American politician (died 2019)

Janet Poss ( Champney; 1922 or 1923 – February 24, 2019) was an American politician who served in the Connecticut House of Representatives from 1991 to 1995, representing the 98th district as a Democrat.

==Personal life==
Janet Champney was born in Bedford, Massachusetts. She attended Boston College and worked at Columbia University before moving to Guilford, Connecticut, in 1964 with her husband, Eliasz Poss, and their two sons. She remained a resident of Guilford until her death.

==Political career==
===Connecticut House of Representatives===
Poss was elected to the Connecticut House of Representatives in 1990, and she served two terms representing the 98th district as a Democrat. She did not run for reelection in 1994, and her successor, Patricia Widlitz, who would serve from 1995 to 2015, ran for the seat at Poss' encouragement. Widlitz, who had previously chaired Poss' second campaign, remarked that Poss "insisted on chairing my campaign".

====1991 income tax vote====
In 1991, Connecticut faced a projected 1991-92 budget deficit of over $1 billion, which Governor Lowell Weicker proposed addressing with budget cuts and the implementation of a personal income tax. The income tax was passed in August 1991 but was widely unpopular, leading to one of the largest protests in state history on October 5, 1991, when over 40,000 people gathered at the Connecticut State Capitol to demand repeal. Poss supported the income tax and stated that she would not vote for a repeal unless a viable alternative for addressing the budget were presented.
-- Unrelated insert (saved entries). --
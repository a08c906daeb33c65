"""Past studies as the sources of a prior, read from the archive.

The archive side of a prior: :func:`load_sources` reads every usable study of
a learner and aligns its configs onto the new space; :func:`weight_sources`
gives each the similarity of its task (plain data in, plain data out);
:func:`prior_sources` does both for one profile. :func:`recorded_sources`
reads back the sources a warm study recorded when it started
(:meth:`warmstart.prior.Prior.recipe`), whatever was added since. Building the
prior from the sources is :func:`warmstart.prior.prior_from_sources`, which
knows nothing of the archive.
"""

from __future__ import annotations

from typing import Iterable, Mapping

import numpy as np
import pandas as pd

from warmstart.archive.queries import similar_tasks
from warmstart.errors import ArchiveError
from warmstart.prior import PriorError, Source, within_study_quantiles
from warmstart.profile import PROFILE_VERSION
from warmstart.similarity import BANDWIDTH_SCALE
from warmstart.space import Space

__all__ = ["load_sources", "weight_sources", "prior_sources", "source_from_trials", "prior_info",
           "source_identities", "recorded_sources", "MIN_SOURCE_TRIALS"]

#: Fewest successful trials a past study needs to be a source.
MIN_SOURCE_TRIALS = 3


def source_from_trials(row, trials: pd.DataFrame, from_space: Space, space: Space) -> Source:
    """One study's successful trials as a :class:`Source` over ``space``.

    Parameters
    ----------
    row : object
        The study, with attributes ``study_id``, ``task_id``, ``task`` and
        ``direction`` (a row of :meth:`Archive.studies`).
    trials : pandas.DataFrame
        Its successful trials in number order (``number``, ``config``, ``score``).
    from_space, space : Space
        The study's own space and the new one; configs are aligned by
        parameter name and type when they differ.
    """
    same = from_space == space
    aligned, clipped, notes = [], [], {"dropped": set(), "clipped": set(), "missing": set()}
    for cfg in trials["config"]:
        if same:
            aligned.append(cfg)
            clipped.append(False)
            continue
        a = space.align(cfg, from_space)
        aligned.append(a.config)
        clipped.append(bool(a.clipped))
        notes["dropped"].update(a.dropped)
        notes["clipped"].update(a.clipped)
        notes["missing"].update(a.missing)
    return Source(
        study_id=int(row.study_id), task_id=int(row.task_id), task=str(row.task), X=space.encode(aligned),
        quantile=within_study_quantiles(trials["score"].to_numpy(), maximize=row.direction == "maximize"),
        numbers=trials["number"].to_numpy(), clipped=np.array(clipped, dtype=bool),
        notes={k: sorted(v) for k, v in notes.items() if v},
    )


def load_sources(archive, learner: str, space: Space, min_trials: int = MIN_SOURCE_TRIALS) -> list[Source]:
    """Every study of ``learner`` with at least ``min_trials`` successful trials,
    aligned onto ``space`` (one :class:`Source` each, similarity 1)."""
    studies = archive.studies()
    studies = studies[studies["learner"] == learner]
    if studies.empty:
        known = sorted(archive.studies()["learner"].unique().tolist())
        raise PriorError(f"the archive has no studies of learner {learner!r}; learners with studies: {known}")
    out: list[Source] = []
    for row in studies.itertuples(index=False):
        trials = archive.trials(int(row.study_id))
        trials = trials[trials["status"] == "ok"]
        if len(trials) < min_trials:
            continue
        out.append(source_from_trials(row, trials, archive.space(int(row.space_id)), space))
    return out


def weight_sources(sources: list[Source], similar: pd.DataFrame, exclude_tasks: Iterable[int] = ()) -> list[Source]:
    """Copies of ``sources`` with the distance and similarity of their task.

    Parameters
    ----------
    sources : list of Source
    similar : pandas.DataFrame
        ``task_id``, ``distance``, ``similarity`` (from
        :func:`warmstart.archive.queries.similar_tasks`).
    exclude_tasks : iterable of int
        Tasks whose sources are left out (the new task itself, a held-out
        task); leaving them out changes no other source's similarity.

    Returns
    -------
    list of Source
        The sources whose task is in ``similar`` and not excluded, in their
        order.
    """
    exclude = {int(t) for t in exclude_tasks}
    by_task = {int(t): (float(d), float(s))
               for t, d, s in zip(similar["task_id"], similar["distance"], similar["similarity"])}
    out = []
    for s in sources:
        if s.task_id in exclude or s.task_id not in by_task:
            continue
        distance, similarity = by_task[s.task_id]
        out.append(Source(**{**s.__dict__, "distance": distance, "similarity": similarity}))
    return out


def prior_sources(
    archive,
    prof: Mapping[str, float],
    learner: str,
    space: Space,
    exclude_tasks: Iterable[int] = (),
    loaded: list[Source] | None = None,
) -> list[Source]:
    """The sources of a prior for a task with profile ``prof``, weighted.

    Parameters
    ----------
    archive : Archive
    prof : mapping
        Profile of the new task.
    learner : str
        Only studies of this learner are sources.
    space : Space
        The new study's space; past configs are aligned onto it.
    exclude_tasks : iterable of int
        Task ids to leave out (the new task itself, a held-out task).
    loaded : list of Source, optional
        Sources already read with :func:`load_sources` for ``space`` (to
        weight them for many profiles without reading the archive again).

    Raises
    ------
    PriorError
        When no study of the learner can be used; the message counts the
        studies left out for each reason.
    """
    exclude_tasks = [int(t) for t in exclude_tasks]
    sources = load_sources(archive, learner, space) if loaded is None else loaded
    try:
        similar = similar_tasks(archive, prof, learner=learner)
    except ArchiveError as exc:
        raise PriorError(f"no usable past study of learner {learner!r}: {exc}") from None
    weighted = weight_sources(sources, similar, exclude_tasks)
    if weighted:
        return weighted
    of_learner = archive.studies()
    of_learner = of_learner[of_learner["learner"] == learner]
    used = {s.study_id for s in sources}
    comparable = set(int(t) for t in similar["task_id"])
    reasons = {
        f"have fewer than {MIN_SOURCE_TRIALS} successful trials (a study needs at least {MIN_SOURCE_TRIALS})":
            int((~of_learner["study_id"].isin(used)).sum()),
        "are of an excluded task": sum(s.task_id in exclude_tasks for s in sources),
        f"are of another kind of task or lack a version-{PROFILE_VERSION} profile":
            sum(s.task_id not in exclude_tasks and s.task_id not in comparable for s in sources),
    }
    why = "; ".join(f"{n} {reason}" for reason, n in reasons.items() if n)
    raise PriorError(f"no usable past study of learner {learner!r}: of its {len(of_learner)} study(ies), {why}")


def prior_info(learner: str) -> dict:
    """What a prior built from the archive records about how (its provenance ``info``)."""
    return {"learner": learner, "profile_version": PROFILE_VERSION, "bandwidth_scale": BANDWIDTH_SCALE}


def source_identities(archive, study_ids: Iterable[int]) -> dict[int, dict]:
    """What identifies each study beyond its id: its task's fingerprint, its
    learner and its creation time (a merge into another archive keeps these
    and renumbers the study)."""
    wanted = {int(i) for i in study_ids}
    studies = archive.studies()
    studies = studies[studies["study_id"].isin(wanted)]
    fingerprints = archive.tasks().set_index("task_id")["fingerprint"]
    return {
        int(r.study_id): {"task_fingerprint": str(fingerprints.get(r.task_id, "")), "learner": str(r.learner),
                          "created_at": pd.Timestamp(r.created_at).isoformat()}
        for r in studies.itertuples(index=False)
    }


def _find_study(studies: pd.DataFrame, fingerprints: pd.Series, entry: Mapping):
    """The study a recorded source names: by id when its identity (if recorded)
    matches, else by identity (after a merge renumbered it); None if gone."""
    def same(row) -> bool:
        return ("task_fingerprint" not in entry
                or (fingerprints.get(row.task_id) == entry["task_fingerprint"]
                    and row.learner == entry.get("learner", row.learner)
                    and pd.Timestamp(row.created_at).isoformat() == entry.get("created_at")))

    by_id = studies[studies["study_id"] == int(entry["study_id"])]
    for row in by_id.itertuples(index=False):
        if same(row):
            return row
    if "task_fingerprint" in entry:
        for row in studies.itertuples(index=False):
            if same(row):
                return row
    return None


def recorded_sources(archive, space: Space, entries: list[Mapping]) -> tuple[list[Source], list[str]]:
    """Read back the sources a warm study recorded (in the recorded order).

    Each entry names a study (``study_id``, and when recorded its identity
    from :func:`source_identities`), how many successful trials it gave
    (``trial_count``: the first ones by trial number), its ``similarity`` and
    ``distance``, and optionally the ``digest`` of what the prior took from
    it. The sources come back with the recorded similarity and distance, so
    the prior built from them equals the one the study started with as long
    as those trials are unchanged.

    Returns
    -------
    (sources, problems)
        ``problems`` says, per source, what is no longer as recorded (study
        gone, fewer trials, different trials); such a source is used as it
        is now, or left out when gone.
    """
    studies = archive.studies()
    fingerprints = archive.tasks().set_index("task_id")["fingerprint"]
    out, problems = [], []
    for entry in entries:
        label = f"study {entry['study_id']} ({entry.get('task', '?')})"
        row = _find_study(studies, fingerprints, entry)
        if row is None:
            problems.append(f"{label} is no longer in the archive")
            continue
        trials = archive.trials(int(row.study_id))
        trials = trials[trials["status"] == "ok"].head(int(entry["trial_count"]))
        if trials.empty:
            problems.append(f"{label} has no successful trial left")
            continue
        source = source_from_trials(row, trials, archive.space(int(row.space_id)), space)
        distance = entry.get("distance")
        source = Source(**{**source.__dict__, "similarity": float(entry["similarity"]),
                           "distance": float("nan") if distance is None else float(distance)})
        if len(trials) < int(entry["trial_count"]):
            problems.append(f"{label} has {len(trials)} of the {entry['trial_count']} successful trials it had")
        elif entry.get("digest") not in (None, source.digest):
            problems.append(f"{label} has other trials than it had")
        out.append(source)
    return out, problems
She and other supporters of the tax were notably subject to harassment, death threats, and political violence over the issue throughout 1991.

On October 3, 1991, an unknown perpetrator fired a gun at Poss' house while she, her husband, and her son David were home. The bullet traveled through an exterior door and across the living room before lodging in the staircase. The family heard the noise from another room and investigated, but found no evidence of the shot until October 5, when David noticed the bullet hole in the door. Poss stated that the incident was "obviously" due to her vote for the income tax, but she was undeterred and remarked "If this is the extent of the intimidation, it only makes me feel more strong-minded to do what I think is right". Poss subsequently received a phone call during which she was told, "I'm sorry they shot at your house. I wish they shot you."

==Death==
Poss died on February 24, 2019. She was 96.